# Module 8 Assignment


A few things you should keep in mind when working on assignments:

1. Run the first code cell to import modules needed by this assignment before proceeding to problems.
2. Make sure you fill in any place that says `# YOUR CODE HERE`. Do not write your answer anywhere else other than where it says `# YOUR CODE HERE`. Anything you write elsewhere will be removed or overwritten by the autograder.
3. Each problem has an autograder cell below the answer cell. Run the autograder cell to check your answer. If there's anything wrong in your answer, the autograder cell will display error messages.
4. Before you submit your assignment, make sure everything runs as expected. Go to the menubar, select Kernel, and Restart & Run all. If the notebook runs through the last code cell without error message, you've answered all problems correctly.
5. Make sure that you save your work (in the menubar, select File → Save and CheckPoint).

-----

# Run Me First!

In [1]:
import sqlite3 as sql
import pandas as pd

from nose.tools import assert_equal, assert_true

-----

## Problem 1: Creating a Table

In the code cell below, we declare a function named `create` that takes one function parameter: `file_path`, which is a string that contains the file path for the database file you will create.

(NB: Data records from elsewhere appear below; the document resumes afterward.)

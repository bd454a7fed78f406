"""Benchmark ``calibrate`` (500 sites x 3 periods) and ``--uncertainty 10000`` (1,000 routes).

Run by hand:  python bench/bench_calibrate.py [--edges 100000 --sites 500 --routes 1000]

On a generated city (seed 1): count sites at edge midpoints (stratified over the categories,
then at random), three two-hour periods each, counts drawn from a profile with changed weights
and negative binomial noise (alpha 0.1). Times, in one run: the whole calibration (reading the
CSV, placing the sites, the design, Poisson and NB fits, the dispersion test and the
leave-one-site-out refits); plain scoring of 1,000 routes of ~5 km; the uncertainty summary of
those routes with 10,000 weight draws (on top of plain scoring). Writes
bench/results/calibrate_<edges>.json (wall-clock and CPU seconds: on a shared machine the
CPU figure is the one to compare with the targets). Also the coverage of the 95 % intervals over --seeds
simulated programmes on the sample town (the longer run of the test's 200).
"""

from __future__ import annotations

import argparse
import datetime as dt
import json
import sys
import tempfile
import time
from pathlib import Path

HERE = Path(__file__).resolve().parent
sys.path.insert(0, str(HERE.parent))


def _counts_csv(net, n_sites: int, path: Path, rng) -> None:
    import numpy as np
    import pyproj
    import shapely

    from routerisk.analysis import calibration
    from routerisk.io import counts as counts_io

    e = net.edges
    chosen: list[int] = []
    for c in net.profile.category_names:
        rows = np.flatnonzero(e[f"exp_{c}"].to_numpy() > 0.2)
        if len(rows):
            chosen += list(rng.choice(rows, size=min(20, len(rows)), replace=False))
    rest = np.setdiff1d(np.arange(len(e)), chosen)
    chosen += list(rng.choice(rest, size=n_sites - len(chosen), replace=False))
    mids = shapely.line_interpolate_point(e.geometry.to_numpy()[chosen], 0.5, normalized=True)
    lon, lat = pyproj.Transformer.from_crs(e.crs, "EPSG:4326", always_xy=True).transform(
        shapely.get_x(mids), shapely.get_y(mids)
    )
    lines = [",".join(counts_io.COLUMNS)]
    for i in range(n_sites):
        for _ in range(3):
            day = dt.date(2027, 3, 8 + int(rng.integers(0, 6)))
            start = dt.datetime.combine(day, dt.time(int(rng.integers(6, 20)), 0))
            end = start + dt.timedelta(hours=2)
            lines.append(f"S{i},{lat[i]:.7f},{lon[i]:.7f},{start.isoformat()},{end.isoformat()},0")
    path.write_text("\n".join(lines) + "\n", encoding="utf-8")
    counts = counts_io.read_counts(path, net.timezone)
    design = calibration.build_design(net, counts, calibration.place_sites(net, counts))
    w = np.array(
        [1.0, *(c.weight * (1.5 if j % 2 else 0.7) for j, c in enumerate(net.profile.categories))]
    )
    mu = 30.0 * design.full @ w
    y = rng.poisson(rng.gamma(10.0, mu / 10.0))
    out = [lines[0]] + [
        ln.rsplit(",", 1)[0] + f",{int(v)}" for ln, v in zip(lines[1:], y, strict=True)
    ]
    path.write_text("\n".join(out) + "\n", encoding="utf-8")


def _coverage(seeds: int) -> dict[str, float]:
    import numpy as np
    from scipy.stats import norm

    from routerisk import datasets
    from routerisk.analysis import calibration as cb
    from routerisk.io import counts as counts_io
    from routerisk.network.folder import build_network

    net = build_network(datasets.get_path("town"), timezone="Etc/GMT+3")
    counts = counts_io.read_counts(datasets.get_path("counts"), net.timezone)
    d = cb.build_design(net, counts, cb.place_sites(net, counts))
    theta = 40.0 * np.r_[1.0, [c.weight for c in net.profile.categories]]
    truth = np.r_[theta[0], theta[1:] / theta[0]]
    mu = d.Z @ theta
    hits = np.zeros(len(theta))
    for seed in range(seeds):
        rng = np.random.default_rng(10_000 + seed)
        f = cb.fit_nb(d.Z, rng.poisson(rng.gamma(1 / 0.08, 0.08 * mu)).astype(float))
        est, cov = cb.weights_from(f.theta, f.cov)
        hits += np.abs(est - truth) <= norm.ppf(0.975) * np.sqrt(np.diag(cov))
    return dict(zip(["scale", *net.profile.category_names], (hits / seeds).tolist(), strict=True))


def main() -> None:
    """Run the benchmark and write its JSON record."""
    import numpy as np

    from routerisk.analysis import calibration, scoring, uncertainty
    from routerisk.io.routes import PlannedRoute
    from routerisk.network.folder import build_network
    from routerisk.testing.synthetic import write_city

    ap = argparse.ArgumentParser(description=__doc__.splitlines()[0])
    ap.add_argument("--edges", type=int, default=100_000)
    ap.add_argument("--sites", type=int, default=500)
    ap.add_argument("--routes", type=int, default=1000)
    ap.add_argument("--draws", type=int, default=10_000)
    ap.add_argument("--seeds", type=int, default=1000)
    args = ap.parse_args()
    rng = np.random.default_rng(3)
    res: dict[str, float | int | dict[str, float]] = {}
    with tempfile.TemporaryDirectory() as tmp:
        pbf = Path(tmp) / "city.osm.pbf"
        write_city(pbf, edges=args.edges, seed=1)
        net = build_network(pbf)
        csv_path = Path(tmp) / "counts.csv"
        _counts_csv(net, args.sites, csv_path, rng)
        t0, c0 = time.perf_counter(), time.process_time()
        cal = calibration.calibrate(net, csv_path)
        res["seconds_calibrate"] = time.perf_counter() - t0
        res["cpu_seconds_calibrate"] = time.process_time() - c0
        res["model"] = cal.fit.family
        res["periods"] = len(cal.design.y)
    res["edges"] = len(net.edges)
    G = net.graph
    nodes = np.array(sorted(G.nodes))
    xy = np.array([[G.nodes[n]["x"], G.nodes[n]["y"]] for n in nodes])
    routes = []
    while len(routes) < args.routes:
        pick = [int(rng.integers(len(nodes)))]
        for _ in range(4):
            d = np.hypot(*(xy - xy[pick[-1]]).T)
            near = np.flatnonzero((d > 900) & (d < 1500))
            if len(near) == 0:
                break
            pick.append(int(rng.choice(near)))
        if len(pick) == 5:
            ll = np.array([[G.nodes[nodes[i]]["lon"], G.nodes[nodes[i]]["lat"]] for i in pick])
            routes.append(PlannedRoute(f"r{len(routes)}", ll))
    depart = dt.datetime(2027, 3, 9, 8, 0, tzinfo=net.timezone)
    t0, c0 = time.perf_counter(), time.process_time()
    scores = scoring.score_routes(net, routes, [depart])
    res["seconds_score_plain"] = time.perf_counter() - t0
    res["cpu_seconds_score_plain"] = time.process_time() - c0
    ranged = net.retag(_with_ranges(net.profile))
    t0, c0 = time.perf_counter(), time.process_time()
    uncertainty.summarise(ranged, scores, args.draws, 1)
    res["seconds_uncertainty_on_top"] = time.perf_counter() - t0
    res["cpu_seconds_uncertainty_on_top"] = time.process_time() - c0
    res["routes"] = len(scores)
    res["draws"] = args.draws
    res["coverage_seeds"] = args.seeds
    res["coverage_95"] = _coverage(args.seeds)
    for k, v in res.items():
        print(f"{k:32s} {v}")
    out = HERE / "results" / f"calibrate_{args.edges}.json"
    out.write_text(json.dumps(res, indent=1, sort_keys=True) + "\n", encoding="utf-8")


def _with_ranges(profile):
    import dataclasses

    cats = tuple(
        dataclasses.replace(c, weight_range=(0.5 * c.weight, 1.5 * c.weight, "uniform"))
        for c in profile.categories
    )
    return dataclasses.replace(profile, categories=cats)


if __name__ == "__main__":
    main()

To complete this problem, finish writing the function `create`:
- establish a sqlite3 connection to the database 'file_path',
- create a cursor using the connection to the db at "file_path",
- use this cursor to drop the `Checker` table if it exists,
- use this cursor to create the `Checker` table with the following column:
    - `cNum` with type int and should not accept NULL values,
- return the sqlite3 connection and cursor object.

-----

In [2]:
# connect to a datbase create a table
def create(file_path):
    '''
    Creates and establishes a connection to a database. Create table Checker.
    
    Parameters
    ----------
    file_path: string containing path to create database
    
    Returns
    -------
    con: sqlite3 connection
    cur: sqlite3 cursor
    '''
    
    ###BEGIN SOLUTION###
    con = sql.connect(file_path)
    cur = con.cursor() 
    query = 'DROP TABLE IF EXISTS Checker;'
    cur.execute(query)
    query = '''
    CREATE TABLE Checker (
        cNum INT NOT NULL
    );
    '''
    cur.execute(query)
    return con, cur
    ###END SOLUTION###

In [3]:
con, cur = create('sql_files/m12-high.db')
cur.execute("PRAGMA table_Info('Checker')")
result = cur.fetchall()

assert_true(result[0][1].upper()=='CNUM', msg='No cNum column created')
assert_true(result[0][2].upper()=='INT', msg='cNum should be of type integer')
assert_true(result[0][3]==1, msg='cNum should be not null')

-----

## Problem 2: Reading In Data

In the code cell below, we declare a function named `read` that takes one function parameter: `read_path`, which is a string that contains the file path for the **csv** file you will use.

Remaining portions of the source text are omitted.